• **Source information**
==================================================
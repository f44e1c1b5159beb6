import type { Polygonal } from '../geometry/geojson-schema.ts';
import { createLocalPlane } from '../geometry/local-plane.ts';
import { projectPolygon } from '../geometry/project-polygon.ts';
import { createPicture, listFaces, type Face, type Prism, type View } from './axonometric-faces.ts';
import type { FigureFormat } from './figure-format.ts';
import type { SheetPoint } from './frame.ts';
import { boxAround } from './label-placement.ts';
import { palette } from './palette.ts';
import { closedPath, segmentsPath } from './path-data.ts';
import { element, svgDocument, type Svg } from './svg.ts';
import { estimateTextWidth } from './text-width.ts';

export interface AxonometricBlock {
  geometry: Polygonal;
  baseM: number;
  topM: number;
  /** What stands around the site is drawn lighter and carries no heights. */
  role: 'context' | 'proposed';
}

export interface AxonometricOptions {
  /** Centre of the local plane. */
  origin: { longitude: number; latitude: number };
  width: number;
  height: number;
  view: View;
  /** What the drawing shows, for people who cannot see it. */
  label: string;
  figures: FigureFormat;
}

/**
 * Draws blocks as seen from above with parallel rays: lengths along each direction keep one scale,
 * hidden faces are hidden.
 *
 * @param ground drawn flat: the site's parcels, and hairlines of the lots around
 * @returns an SVG document; the same input gives the same text
 */
export function drawAxonometric(
  blocks: readonly AxonometricBlock[],
  ground: { site: readonly Polygonal[]; parcels: readonly Polygonal[] },
  options: AxonometricOptions,
): string {
  const plane = createLocalPlane(options.origin.longitude, options.origin.latitude);
  const prisms: Prism[] = blocks.map(({ geometry, baseM, topM }) => ({
    rings: projectPolygon(geometry, plane),
    baseM,
    topM,
  }));
  const picture = createPicture(options.view);
  const onGround = (geometries: readonly Polygonal[]) =>
    geometries.flatMap((geometry) =>
      projectPolygon(geometry, plane).map((ring) => ring.map(([x, y]) => picture(x, y, 0))),
    );
  const site = onGround(ground.site);
  const faces = listFaces(prisms, options.view);
  const fit = fitInto(
    [...site, ...faces.flatMap((face) => face.rings)].flat(),
    options.width,
    options.height,
  );
  const proposed = blocks.flatMap((block, index) => (block.role === 'proposed' ? [index] : []));

  return svgDocument({ width: options.width, height: options.height }, options.label, [
    element('path', {
      'data-part': 'parcels',
      d: closedPath(onGround(ground.parcels).map((ring) => ring.map(fit.place))),
      fill: 'none',
      stroke: palette.hairline,
      'stroke-width': 0.4,
    }),
    element('path', {
      'data-part': 'site',
      d: closedPath(site.map((ring) => ring.map(fit.place))),
      fill: 'none',
      stroke: palette.ink,
      'stroke-width': 1,
      'stroke-dasharray': '8 2.5 2 2.5',
    }),
    ...faces.flatMap((face) => drawFace(face, blocks[face.prism]?.role ?? 'context', fit.place)),
    ...drawHeights(proposed, faces, blocks, options.figures, fit.place),
    drawGroundNorth(options.view, [26, options.height - 24]),
  ]);
}

/** Walls turned to the viewer's right are darker, so that corners read without colour. */
function drawFace(
  face: Face,
  role: AxonometricBlock['role'],
  place: (point: SheetPoint) => SheetPoint,
): Svg[] {
  const tones =
    role === 'proposed'
      ? { roof: '#FFFFFF', left: '#F1EDE2', right: '#DAD5C8', line: palette.ink, width: 1 }
      : { roof: '#F1ECE0', left: '#E6E0D2', right: '#D6D0C1', line: '#8F8C84', width: 0.4 };
  const fill = face.kind === 'roof' ? tones.roof : face.facesRight > 0 ? tones.right : tones.left;
  return [
    element('path', {
      'data-part': `${role}-${face.kind}`,
      d: closedPath(face.rings.map((ring) => ring.map(place))),
      'fill-rule': 'evenodd',
      fill,
    }),
    element('path', {
      d: segmentsPath(face.edges.map(([from, to]) => [place(from), place(to)] as const)),
      fill: 'none',
      stroke: tones.line,
      'stroke-width': tones.width,
      'stroke-linejoin': 'round',
      'stroke-linecap': 'round',
    }),
  ];
}

/** Each proposed block's top height at the end of a short line from its leftmost roof corner. */
function drawHeights(
  proposed: readonly number[],
  faces: readonly Face[],
  blocks: readonly AxonometricBlock[],
  figures: FigureFormat,
  place: (point: SheetPoint) => SheetPoint,
): Svg[] {
  const fontSize = 9;
  const lines = proposed.flatMap((prism) => {
    const roof = faces.find((face) => face.prism === prism && face.kind === 'roof');
    const corner = roof?.rings
      .flat()
      .map(place)
      .reduce((left, point) => (point[0] < left[0] ? point : left));
    const topM = blocks[prism]?.topM;
    return corner === undefined || topM === undefined ? [] : [{ corner, topM }];
  });
  lines.sort((a, b) => a.corner[1] - b.corner[1]);
  const usedY: number[] = [];
  return lines.map(({ corner, topM }) => {
    let y = corner[1];
    while (usedY.some((used) => Math.abs(used - y) < fontSize * 1.3)) y += fontSize * 1.3;
    usedY.push(y);
    const text = figures.height(topM);
    const endX = Math.max(corner[0] - 16, estimateTextWidth(text, fontSize) + 6);
    return element(
      'g',
      { 'data-part': 'height' },
      element('path', {
        d: segmentsPath([[corner, [endX, y]]]),
        fill: 'none',
        stroke: palette.ink,
        'stroke-width': 0.6,
      }),
      element('rect', {
        x: endX - 5 - estimateTextWidth(text, fontSize),
        y: y - fontSize * 0.65,
        width: estimateTextWidth(text, fontSize) + 4,
        height: fontSize * 1.3,
        fill: '#FFFFFF',
        'fill-opacity': 0.85,
      }),
      element(
        'text',
        {
          x: endX - 3,
          y: y + fontSize * 0.36,
          'font-size': fontSize,
          'text-anchor': 'end',
          fill: palette.ink,
        },
        text,
      ),
    );
  });
}

/** True north as it lies on the ground in this view. */
function drawGroundNorth(view: View, foot: SheetPoint): Svg {
  const picture = createPicture(view);
  const length = 24;
  const tip = picture(0, length, 0);
  const center: SheetPoint = [foot[0], foot[1] - 8];
  const [x, y]: SheetPoint = [center[0] + tip[0] / 2, center[1] + tip[1] / 2];
  const start: SheetPoint = [center[0] - tip[0] / 2, center[1] - tip[1] / 2];
  const side = picture(length * 0.18, 0, 0);
  return element(
    'g',
    { 'data-part': 'true-north' },
    element('path', {
      d: segmentsPath([
        [start, [x, y]],
        [
          [center[0] - side[0], center[1] - side[1]],
          [center[0] + side[0], center[1] + side[1]],
        ],
      ]),
      fill: 'none',
      stroke: palette.ink,
      'stroke-width': 0.9,
    }),
    element(
      'text',
      { x, y: y - 4, 'font-size': 7.5, 'text-anchor': 'middle', fill: palette.ink },
      'true north',
    ),
  );
}

function fitInto(
  points: readonly SheetPoint[],
  width: number,
  height: number,
): { place: (point: SheetPoint) => SheetPoint } {
  const around = boxAround([points]);
  const margin = { left: 64, right: 10, top: 10, bottom: 10 };
  const scale = Math.min(
    (width - margin.left - margin.right) / around.width,
    (height - margin.top - margin.bottom) / around.height,
  );
  const left = margin.left + (width - margin.left - margin.right - around.width * scale) / 2;
  const top = margin.top + (height - margin.top - margin.bottom - around.height * scale) / 2;
  return {
    place: ([x, y]) => [left + (x - around.x) * scale, top + (y - around.y) * scale],
  };
}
==================================================
• **Work required**
Return the data exactly, every line included.

• **Problem solution**
repository f44e1c1b5159beb6
import type { Polygonal } from '../geometry/geojson-schema.ts';
import { createLocalPlane } from '../geometry/local-plane.ts';
import { projectPolygon } from '../geometry/project-polygon.ts';
import { createPicture, listFaces, type Face, type Prism, type View } from './axonometric-faces.ts';
import type { FigureFormat } from './figure-format.ts';
import type { SheetPoint } from './frame.ts';
import { boxAround } from './label-placement.ts';
import { palette } from './palette.ts';
import { closedPath, segmentsPath } from './path-data.ts';
import { element, svgDocument, type Svg } from './svg.ts';
import { estimateTextWidth } from './text-width.ts';

export interface AxonometricBlock {
  geometry: Polygonal;
  baseM: number;
  topM: number;
  /** What stands around the site is drawn lighter and carries no heights. */
  role: 'context' | 'proposed';
}

export interface AxonometricOptions {
  /** Centre of the local plane. */
  origin: { longitude: number; latitude: number };
  width: number;
  height: number;
  view: View;
  /** What the drawing shows, for people who cannot see it. */
  label: string;
  figures: FigureFormat;
}

/**
 * Draws blocks as seen from above with parallel rays: lengths along each direction keep one scale,
 * hidden faces are hidden.
 *
 * @param ground drawn flat: the site's parcels, and hairlines of the lots around
 * @returns an SVG document; the same input gives the same text
 */
export function drawAxonometric(
  blocks: readonly AxonometricBlock[],
  ground: { site: readonly Polygonal[]; parcels: readonly Polygonal[] },
  options: AxonometricOptions,
): string {
  const plane = createLocalPlane(options.origin.longitude, options.origin.latitude);
  const prisms: Prism[] = blocks.map(({ geometry, baseM, topM }) => ({
    rings: projectPolygon(geometry, plane),
    baseM,
    topM,
  }));
  const picture = createPicture(options.view);
  const onGround = (geometries: readonly Polygonal[]) =>
    geometries.flatMap((geometry) =>
      projectPolygon(geometry, plane).map((ring) => ring.map(([x, y]) => picture(x, y, 0))),
    );
  const site = onGround(ground.site);
  const faces = listFaces(prisms, options.view);
  const fit = fitInto(
    [...site, ...faces.flatMap((face) => face.rings)].flat(),
    options.width,
    options.height,
  );
  const proposed = blocks.flatMap((block, index) => (block.role === 'proposed' ? [index] : []));

  return svgDocument({ width: options.width, height: options.height }, options.label, [
    element('path', {
      'data-part': 'parcels',
      d: closedPath(onGround(ground.parcels).map((ring) => ring.map(fit.place))),
      fill: 'none',
      stroke: palette.hairline,
      'stroke-width': 0.4,
    }),
    element('path', {
      'data-part': 'site',
      d: closedPath(site.map((ring) => ring.map(fit.place))),
      fill: 'none',
      stroke: palette.ink,
      'stroke-width': 1,
      'stroke-dasharray': '8 2.5 2 2.5',
    }),
    ...faces.flatMap((face) => drawFace(face, blocks[face.prism]?.role ?? 'context', fit.place)),
    ...drawHeights(proposed, faces, blocks, options.figures, fit.place),
    drawGroundNorth(options.view, [26, options.height - 24]),
  ]);
}

/** Walls turned to the viewer's right are darker, so that corners read without colour. */
function drawFace(
  face: Face,
  role: AxonometricBlock['role'],
  place: (point: SheetPoint) => SheetPoint,
): Svg[] {
  const tones =
    role === 'proposed'
      ? { roof: '#FFFFFF', left: '#F1EDE2', right: '#DAD5C8', line: palette.ink, width: 1 }
      : { roof: '#F1ECE0', left: '#E6E0D2', right: '#D6D0C1', line: '#8F8C84', width: 0.4 };
  const fill = face.kind === 'roof' ? tones.roof : face.facesRight > 0 ? tones.right : tones.left;
  return [
    element('path', {
      'data-part': `${role}-${face.kind}`,
      d: closedPath(face.rings.map((ring) => ring.map(place))),
      'fill-rule': 'evenodd',
      fill,
    }),
    element('path', {
      d: segmentsPath(face.edges.map(([from, to]) => [place(from), place(to)] as const)),
      fill: 'none',
      stroke: tones.line,
      'stroke-width': tones.width,
      'stroke-linejoin': 'round',
      'stroke-linecap': 'round',
    }),
  ];
}

/** Each proposed block's top height at the end of a short line from its leftmost roof corner. */
function drawHeights(
  proposed: readonly number[],
  faces: readonly Face[],
  blocks: readonly AxonometricBlock[],
  figures: FigureFormat,
  place: (point: SheetPoint) => SheetPoint,
): Svg[] {
  const fontSize = 9;
  const lines = proposed.flatMap((prism) => {
    const roof = faces.find((face) => face.prism === prism && face.kind === 'roof');
    const corner = roof?.rings
      .flat()
      .map(place)
      .reduce((left, point) => (point[0] < left[0] ? point : left));
    const topM = blocks[prism]?.topM;
    return corner === undefined || topM === undefined ? [] : [{ corner, topM }];
  });
  lines.sort((a, b) => a.corner[1] - b.corner[1]);
  const usedY: number[] = [];
  return lines.map(({ corner, topM }) => {
    let y = corner[1];
    while (usedY.some((used) => Math.abs(used - y) < fontSize * 1.3)) y += fontSize * 1.3;
    usedY.push(y);
    const text = figures.height(topM);
    const endX = Math.max(corner[0] - 16, estimateTextWidth(text, fontSize) + 6);
    return element(
      'g',
      { 'data-part': 'height' },
      element('path', {
        d: segmentsPath([[corner, [endX, y]]]),
        fill: 'none',
        stroke: palette.ink,
        'stroke-width': 0.6,
      }),
      element('rect', {
        x: endX - 5 - estimateTextWidth(text, fontSize),
        y: y - fontSize * 0.65,
        width: estimateTextWidth(text, fontSize) + 4,
        height: fontSize * 1.3,
        fill: '#FFFFFF',
        'fill-opacity': 0.85,
      }),
      element(
        'text',
        {
          x: endX - 3,
          y: y + fontSize * 0.36,
          'font-size': fontSize,
          'text-anchor': 'end',
          fill: palette.ink,
        },
        text,
      ),
    );
  });
}

/** True north as it lies on the ground in this view. */
function drawGroundNorth(view: View, foot: SheetPoint): Svg {
  const picture = createPicture(view);
  const length = 24;
  const tip = picture(0, length, 0);
  const center: SheetPoint = [foot[0], foot[1] - 8];
  const [x, y]: SheetPoint = [center[0] + tip[0] / 2, center[1] + tip[1] / 2];
  const start: SheetPoint = [center[0] - tip[0] / 2, center[1] - tip[1] / 2];
  const side = picture(length * 0.18, 0, 0);
  return element(
    'g',
    { 'data-part': 'true-north' },
    element('path', {
      d: segmentsPath([
        [start, [x, y]],
        [
          [center[0] - side[0], center[1] - side[1]],
          [center[0] + side[0], center[1] + side[1]],
        ],
      ]),
      fill: 'none',
      stroke: palette.ink,
      'stroke-width': 0.9,
    }),
    element(
      'text',
      { x, y: y - 4, 'font-size': 7.5, 'text-anchor': 'middle', fill: palette.ink },
      'true north',
    ),
  );
}

function fitInto(
  points: readonly SheetPoint[],
  width: number,
  height: number,
): { place: (point: SheetPoint) => SheetPoint } {
  const around = boxAround([points]);
  const margin = { left: 64, right: 10, top: 10, bottom: 10 };
  const scale = Math.min(
    (width - margin.left - margin.right) / around.width,
    (height - margin.top - margin.bottom) / around.height,
  );
  const left = margin.left + (width - margin.left - margin.right - around.width * scale) / 2;
  const top = margin.top + (height - margin.top - margin.bottom - around.height * scale) / 2;
  return {
    place: ([x, y]) => [left + (x - around.x) * scale, top + (y - around.y) * scale],
  };
}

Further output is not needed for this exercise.